I live in the area of Seville province called the Aljarafe, which is basically the suburbs west of Seville. A huge number of people in the Aljarafe commute into Seville every day to work, including my husband. What is a ten minute drive into the city on a Sunday afternoon becomes a 45 minute drive on Monday morning during rush hour. So commuting isn't limited to just Madrid and Barcelona.


----------



## Overandout (Nov 10, 2012)

Whether its a division of "traditional" vs "modern" Spain, or a rural vs urban Spain, the notion that the Spanish as a collectve culture don't commute is just not correct. Anyhow we are miles off topic here!

The cheapest place to buy residential property is statistically (according Bankinter data) Lugo at 881€ /sq.m.

The most expensive is San Sebastian at 3,947€









Precio de la vivienda en 2022: ¿Cómo evolucionó el precio de las casas en las ciudades?
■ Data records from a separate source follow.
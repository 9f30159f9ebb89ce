/**
 * Edges as a reader found them, in file order, with where each was written: typed arrays that grow by
 * doubling, so a million edges cost a few allocations rather than a million little arrays.
 */
export class EdgeBuffer {
  /** ends[2k], ends[2k + 1]: the vertex ids of edge k exactly as written (before any base shift). */
  ends: Uint32Array;
  lines: Uint32Array;
  columns: Uint32Array;
  count = 0;

  constructor(capacity = 1024) {
    const size = Math.max(16, Math.floor(capacity));
    this.ends = new Uint32Array(2 * size);
    this.lines = new Uint32Array(size);
    this.columns = new Uint32Array(size);
  }

  push(u: number, v: number, line: number, column: number): void {
    const k = this.count;
    if (k === this.lines.length) this.grow();
    this.ends[2 * k] = u;
    this.ends[2 * k + 1] = v;
    this.lines[k] = line;
    this.columns[k] = column;
    this.count = k + 1;
  }

  private grow(): void {
    const size = 2 * this.lines.length;
    const ends = new Uint32Array(2 * size);
    ends.set(this.ends);
    const lines = new Uint32Array(size);
    lines.set(this.lines);
    const columns = new Uint32Array(size);
    columns.set(this.columns);
    this.ends = ends;
    this.lines = lines;
    this.columns = columns;
  }
}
Descubre cuáles son las ciudades más caras para comprar un piso y cómo varían los precios con respecto a sus máximos y mínimos. | Bankinter



www.bankinter.com


----------



## Eliora (Apr 20, 2020)

We experienced three locations in Spain, smallish towns, north, south and central and there are more local markets and groceries and amenities than we got in France or Portugal. I agree the Spanish don't commute as much as other countries where the smaller villages and towns are dried up economically.


----------



## fortrose52 (Nov 29, 2018)

Have you a price in mind for rental? Or do you wish to buy?


----------



## ccm47 (Oct 15, 2013)

With regard to the cost of food, surely €200 a month is way over the top? When at my property in Spain I'm pretty sure that I spend less than that for two of us, and I don't count the cents. We shop at Mercadona and Carrefour as we can get what we want in the quantity we want and park easily. Aldi, Lidl, Dia etc probably do the same, we're just not fans. Going to the local market and asking for less than 1kg of veg or fruit meant for us an increase in the sale price and we hate to see food rot or go stale because we cannot eat it quickly enough.
The French, unlike the Spanish, are obsessed with food. It is never regarded as just fuel for life and there has been much anxiety about people being able to afford to eat "properly" whilst so many have had their incomes restricted, hence Leclerc (a major hypermarket chain) came up with €21 for 21 meals the link is: Google Image Result for https://magazine-economie.fr/wp-content/uploads/2021/03/leclerc-21repas21euros-menu1-lundi-543x675.jpg.
Apologies for it being in French but you should be able to see that there are 3 full French style meals a day set out. If the cost of eating within France can be that cheap then I am pretty certain it would be significantly lower in Spain.


----------



## kaipa (Aug 3, 2013)

200 € a month over the top for 2 people??? No idea where you live in Spain but most supermarkets are pretty much the same as UK and there is no way I could feed 2 people on 200 ( unless we drank water and made soup)


----------



## Alcalaina (Aug 6, 2010)

kaipa said:


> 200 € a month over the top for 2 people??? No idea where you live in Spain but most supermarkets are pretty much the same as UK and there is no way I could feed 2 people on 200 ( unless we drank water and made soup)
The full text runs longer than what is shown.